Most notable is the lack of any control knobs cut into the body of the instrument. Instead Burns favoured a selection of “fingertip rotary controls” fitted beneath the scratchplate for easy control without the risk of any settings being knocked by an errant strum.
Burns GB 65
Staying with the great British leviathan of the 60’s, Burns/Baldwin, the GB65 is a gloriously rare example of British luthiery of the time. A flat-topped hollow body with two of Burns’ extremely high output Rez-O-Matic pickups and an unusually long 25 1/2" scale neck.
This particularly lovely instrument was very limited in production, and was built for a little over a year between 1965 and 66. 1965 was, of course, the year that Baldwin bought Burns and the GB65 was one of the first instruments to face the chop. Only a couple of production batches were ever completed, and models can be found with either the Burns or Baldwin logo, the only physical difference being the engraving on the pickguard.
Shergold Double Neck
Flash forward to the golden age of Shergold guitars in the UK; the 1970’s. Shergold were wonderfully unconventional looking for the time. Fender and Gibson had established themselves across the globe as an industry standard for body shapes, scale lengths, and control functions. At the same time, Japan was starting on what would be an incredible 30 year stint of creating some of the best ‘law-suit era’ clone guitars ever built, further embedding Fender and Gibson as the definitive electric guitars.
Shergold, however, trod a different path. Stout, functional looking, heavy, and visually an ‘acquired’ taste, Shergold’s flagship Masquerader guitar and Marathon bass were nonetheless making waves in popular music appearing in the hands of Genesis’ Mike Rutherford, and Joy Division’s Bernard Sumner and Peter Hook.

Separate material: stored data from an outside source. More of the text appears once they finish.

import { readdirSync, readFileSync } from 'node:fs'
import { childrenOf } from '../../lib/processes.mjs'

/** What the kernel says of one process; Linux, proc(5). */
export interface ProcessFigures {
  /** Time spent on a processor by all its threads. */
  cpuSeconds: number
  /** Time the main thread was ready to run and none was free. */
  waitedSeconds: number
  /** How often the main thread has gone to sleep of its own will, and so was woken. */
  wakes: number
  rssMib: number
  /** The most that was ever resident. */
  peakRssMib: number
}

export function figuresOf(pid: number): ProcessFigures {
  const status = readFileSync(`/proc/${pid}/status`, 'utf8')
  return {
    cpuSeconds: cpuSecondsOf(pid),
    waitedSeconds: schedstatOf(pid, pid)[1] / 1e9,
    wakes: wakesOf(pid),
    rssMib: kibOf(status, 'VmRSS') / 1024,
    peakRssMib: kibOf(status, 'VmHWM') / 1024,
  }
}

/**
 * Of a process and all that it has started and that still runs, together. Memory that they share counts once: proportional set
 * sizes, proc(5).
 */
export function figuresWithChildrenOf(pid: number): Pick<ProcessFigures, 'cpuSeconds' | 'rssMib'> {
  const all = [pid, ...childrenOf(pid)]
  const sumOf = (read: (each: number) => number) =>
    all.reduce((sum, each) => sum + (unlessEnded(() => read(each)) ?? 0), 0)
  const pssMibOf = (each: number) => kibOf(readFileSync(`/proc/${each}/smaps_rollup`, 'utf8'), 'Pss') / 1024
  return { cpuSeconds: sumOf(cpuSecondsOf), rssMib: sumOf(pssMibOf) }
}

/** @returns null where the process or thread has ended meanwhile */
export function unlessEnded<T>(read: () => T): T | null {
  try {
    return read()
  } catch (error) {
    if (error instanceof Error && 'code' in error && (error.code === 'ENOENT' || error.code === 'ESRCH'))
      return null
    throw error
  }
}

function cpuSecondsOf(pid: number): number {
  let nanoseconds = 0
  for (const thread of readdirSync(`/proc/${pid}/task`))
    nanoseconds += unlessEnded(() => schedstatOf(pid, thread)[0]) ?? 0
  return nanoseconds / 1e9
}

/**
 * Nanoseconds on a processor and waiting for one, by thread: exact, where utime and stime are sampled a hundred times a second
 * (the kernel's scheduler/sched-stats.rst).
 */
function schedstatOf(pid: number, thread: number | string): [number, number] {
  const [ran, waited] = readFileSync(`/proc/${pid}/task/${thread}/schedstat`, 'utf8').split(' ')
  return [Number(ran), Number(waited)]
}

function wakesOf(pid: number): number {
  const status = readFileSync(`/proc/${pid}/task/${pid}/status`, 'utf8')
  const wakes = Number(/^voluntary_ctxt_switches:\s+(\d+)$/m.exec(status)?.[1])
  if (!Number.isFinite(wakes)) throw new Error('/proc says nothing of context switches.')
  return wakes
}

function kibOf(status: string, key: string): number {
  const kib = Number(new RegExp(`^${key}:\\s+(\\d+) kB$`, 'm').exec(status)?.[1])
  if (!Number.isFinite(kib)) throw new Error(`/proc says nothing of ${key}.`)
  return kib
}
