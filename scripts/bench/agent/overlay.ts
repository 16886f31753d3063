import { type ChildProcess, spawn } from 'node:child_process'
import { mkdtemp, rm } from 'node:fs/promises'
import { tmpdir } from 'node:os'
import { join, resolve } from 'node:path'
import { createInterface } from 'node:readline'
import { DEFAULT_SETTINGS } from '@/lib/method/control'
import type { Disclosure } from '@/lib/method/orders'
import { PACES } from '@/lib/method/pace'
import { createRandom } from '@/lib/method/random'
import { AGENT_FILE, ensureAgentFile } from '../../lib/agent-file.mjs'
import { tryPort } from '../../lib/ports.mjs'
import { BenchCollector } from './collector'
import { CountingProxy } from './counting-proxy'
import { type LightFigures, lightFiguresSchema, type Wanted } from './wanted'

const ROOT = resolve(import.meta.dirname, '../../..')
const CODE = 'code-for-benches'
export const MEASURED = 'tar-01'
/** So that a process with a thousand agents is not busy collecting their frames. */
const YOUNG_SPACE = '--min-semi-space-size=16'
const LINKED_WITHIN_MS = 60_000

export interface BenchOverlayInit {
  neighbours: number
  /** Besides; in a process of their own (light-neighbours.ts). */
  lightNeighbours: number
  linkedAmongThemselves: boolean
  colonies: number
  disclosure: Disclosure
  /** Between the neighbours and the measured agent, to count bytes. */
  countsBytes: boolean
  nodeFlags: readonly string[]
  /** Another build of the agent; null for the present one, made where it is stale. */
  agentFile: string | null
}

/** The one-file agent in a process of its own, its neighbours in another, their collector here. */
export class BenchOverlay {
  readonly collector: BenchCollector
  readonly proxy: CountingProxy
  /** Of the measured agent. */
  pid = 0
  /** Null where there are none. */
  lightFigures: LightFigures | null = null
  private readonly init: BenchOverlayInit
  private readonly children: ChildProcess[] = []
  private readonly complaints: string[] = []
  private folder = ''
  private port = 0

  constructor(init: BenchOverlayInit) {
    this.init = init
    this.collector = new BenchCollector(
      { random: createRandom('bench') },
      {
        pace: 'steady',
        code: CODE,
        settings: {
          ...DEFAULT_SETTINGS,
          pace: PACES.steady,
          disclosure: init.disclosure,
          colonies: init.colonies,
        },
      },
    )
    this.proxy = new CountingProxy({ targetPort: () => this.port })
  }

  /** Resolves once the measured agent reports all its links live, or has not for a minute. */
  async start(): Promise<void> {
    const agent = [this.init.agentFile ?? (await presentAgent())]
    this.folder = await mkdtemp(join(tmpdir(), 'thinspan-bench-'))
    const collector = await this.collector.start()
    const port = await tryPort(0)
    if (port === null) throw new Error('No port of 127.0.0.1 can be listened on.')
    this.port = port
    const config = ['--config', join(this.folder, 'agent.json')]
    const listen = ['--listen', `127.0.0.1:${port}`]
    await this.ended(
      this.spawn([
        ...agent,
        ...['enrol', '--collector', collector, '--code', CODE, '--name', MEASURED],
        ...listen,
        ...config,
      ]),
    )
    const measured = this.spawn([...this.init.nodeFlags, ...agent, 'run', ...config])
    this.pid = measured.pid ?? 0
    const reached = this.init.countsBytes ? await this.proxy.start() : port
    const { neighbours, lightNeighbours, linkedAmongThemselves } = this.init
    const wanted = { collector, code: CODE, measured: `ws://127.0.0.1:${reached}`, linkedAmongThemselves }
    await this.startNeighbours('neighbours.ts', { ...wanted, count: neighbours, prefix: 'nb' })
    if (lightNeighbours > 0)
      await this.startNeighbours('light-neighbours.ts', {
        ...wanted,
        count: lightNeighbours,
        prefix: 'light',
      })
    const allLinkedByMs = performance.now() + LINKED_WITHIN_MS
    while (this.links < neighbours + lightNeighbours && performance.now() < allLinkedByMs) {
      if (measured.exitCode !== null) throw new Error(`The agent ended.\n${this.complaints.join('\n')}`)
      await new Promise((resolve) => setTimeout(resolve, 200))
    }
  }

  /** Live links, as the measured agent reported them last. */
  get links(): number {
    return this.collector.find(MEASURED).last?.report.node.degree ?? 0
  }

  async stop(): Promise<void> {
    await Promise.all(
      this.children.map(async (child) => {
        const end = this.ended(child).catch(() => {})
        if (child.exitCode === null && child.signalCode === null) child.kill('SIGTERM')
        const cut = setTimeout(() => child.kill('SIGKILL'), 10_000)
        await end
        clearTimeout(cut)
      }),
    )
    await this.proxy.stop()
    await this.collector.stop()
    await rm(this.folder, { recursive: true, force: true })
  }

  private startNeighbours(program: string, wanted: Wanted): Promise<void> {
    const script = join(import.meta.dirname, program)
    const child = this.spawn([YOUNG_SPACE, '--import', 'tsx', script, JSON.stringify(wanted)])
    return new Promise((resolve, reject) => {
      if (child.stdout)
        createInterface({ input: child.stdout }).on('line', (line) => {
          if (line === 'ready') resolve()
          else this.lightFigures = lightFiguresSchema.parse(JSON.parse(line))
        })
      child.once('exit', () => reject(new Error(`The neighbours ended.\n${this.complaints.join('\n')}`)))
    })
  }

  private spawn(args: readonly string[]): ChildProcess {
    const child = spawn(process.execPath, args, { cwd: ROOT, stdio: ['pipe', 'pipe', 'pipe'] })
    child.stdout?.resume()
    if (child.stderr) {
      createInterface({ input: child.stderr }).on('line', (line) => {
        if (this.complaints.push(line) > 40) this.complaints.shift()
      })
    }
    this.children.push(child)
    return child
  }

  private async ended(child: ChildProcess): Promise<void> {
    if (child.exitCode === null && child.signalCode === null)
      await new Promise((resolve) => child.once('exit', resolve))
    if (child.exitCode !== 0)
      throw new Error(`A command ended with ${child.exitCode}.\n${this.complaints.join('\n')}`)
  }
}

async function presentAgent(): Promise<string> {
  await ensureAgentFile(ROOT)
  return join(ROOT, AGENT_FILE)
}
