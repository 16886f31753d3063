import { type Clock, silentLogger, type Transport } from '@/agent'
import type { LinkTrust } from '@/agent/link/link-contract'
import { LinkManager } from '@/agent/link/link-manager'
import type { OrdersProof } from '@/lib/method/frame'
import { WalkNode } from '@/lib/method/node'
import type { Orders } from '@/lib/method/orders'
import { PACES, type Pace, type PaceName } from '@/lib/method/pace'
import type { Random } from '@/lib/method/random'
import type { Report } from '@/lib/method/report'
import { RECEIPT_INTERVALS } from '@/lib/method/statement'
import {
  type EnrolReply,
  type KeyPair,
  NONCE_BYTES,
  type PassResult,
  type Receipt,
  statementOf,
} from '@/lib/protocol'

export interface LightNeighbourComponents {
  transport: Transport
  clock: Clock
  random: Random
  randomBytes: (count: number) => Uint8Array
  trust: LinkTrust
  judgePass: (token: string) => Promise<PassResult>
}

export interface LightNeighbourInit {
  enrolled: EnrolReply
  keys: KeyPair
  pace: PaceName
}

/**
 * A neighbour as the hub sees one: a real handshake, real walkers, real frames. What a thousand programs on one machine have
 * no room for is left to whoever holds it: timers, reporting, and judging the same orders a thousand times.
 */
export class LightNeighbour {
  readonly agentId: string
  isUp = false
  private readonly clock: Clock
  private readonly node: WalkNode
  private readonly links: LinkManager
  private readonly pace: PaceName
  private reports = 0
  private last: Report | null = null

  constructor(components: LightNeighbourComponents, { enrolled, keys, pace }: LightNeighbourInit) {
    const { transport, clock, random, randomBytes, trust, judgePass } = components
    this.agentId = enrolled.agentId
    this.clock = clock
    this.pace = pace
    const text = (bytes: number) => Buffer.from(randomBytes(bytes)).toString('base64url')
    this.node = new WalkNode(
      { random },
      // The audit of what the hub says is the hub's neighbours' affair, and no part of what they say to it.
      { agentId: this.agentId, incarnation: text(12), weights: enrolled.weights, audits: false },
    )
    this.links = new LinkManager(
      {
        transport,
        clock,
        random,
        logger: silentLogger,
        node: this.node,
        keys,
        passes: { own: () => enrolled.pass, judge: judgePass, hasExpired: () => false },
        trust,
        nonce: () => text(NONCE_BYTES),
      },
      {
        acceptUnknown: false,
        backoff: { baseMs: 50, capMs: 1_000 },
        tickMs: () => this.paceNow.tickMs,
        onEvent: ({ kind }) => {
          this.isUp = kind === 'link-up'
        },
      },
    )
  }

  get paceNow(): Pace {
    return this.node.pace ?? PACES[this.pace]
  }

  dial(address: string): void {
    this.links.addNeighbour({ address })
  }

  tick(): void {
    this.links.takeIn()
    this.links.deliver(this.node.tick(this.clock.monotonicMs(), (peer) => this.links.isCarried(peer)))
  }

  report(): { report: Report; wantsReceipt: boolean } {
    this.links.takeIn()
    const report = this.node.report(this.clock.monotonicMs(), {
      linksKnown: 1,
      version: '0.1.0-light',
      uptimeSeconds: 0,
    })
    this.last = report
    this.reports += 1
    return { report, wantsReceipt: this.reports % RECEIPT_INTERVALS === 1 }
  }

  follow(orders: Orders, ageMs: number, proof: OrdersProof): void {
    this.node.adopt(orders, ageMs, this.clock.monotonicMs(), proof)
  }

  takeReceipt({ key, receipt, reportNumber }: Receipt): void {
    if (!this.last || this.last.number !== reportNumber) return
    this.node.setStatement({ statement: statementOf(this.agentId, this.last), key, receipt })
  }

  stop(): void {
    this.links.stop()
  }
}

And, it’s in the hands of Mike Rutherford that first appeared the Shergold Custom Double. Introduced in 1977 and made in quantity from 1978 to satisfy the demand created by the prominent use by Genesis’ guitarist, this double neck boat oar of a guitar is the fusion of the Masquerader and Marathon. The instrument even includes dual outputs, so it can function in mono or with the guitar and bass sent to different amplifiers.
Vox Mando Guitar
Completing this Vox sandwich of wonderful weirdness, there is nothing that summarises the wild, off-piste creativity of British luthiers in the 1960’s more than the Vox Mando Guitar, sometimes known as the Octave 12.
A 12-string, super short-scale (15.5 inches) instrument with a mini, mandolin-like body, the Vox Mando Guitar was produced properly from 1966 in both the UK and Italian EKO factories for Vox. It appeared, most notably, in the hands of both The Beatles’ George Harrison and The Beach Boys’ Brian Jones, and can be heard on The Beatles version of "Words of Love" and is even credited on The Beach Boys’ "Mother's Little Helper".
“Brian Jones - Vox Mando-Guitar, Tambura, Distorted Electric Guitar.”
The Mando Guitar is tuned one octave higher than a standard guitar, giving it the tonal range of a mandolin. Enabling a guitarist to emulate the sound of a mandolin, but with a fuller 12 string range. Tonally, the instrument is similar to a 12th fret capo’d 12-string guitar, however, unlike a standard 12-string guitar, the strings are tuned in unison rather than in octaves.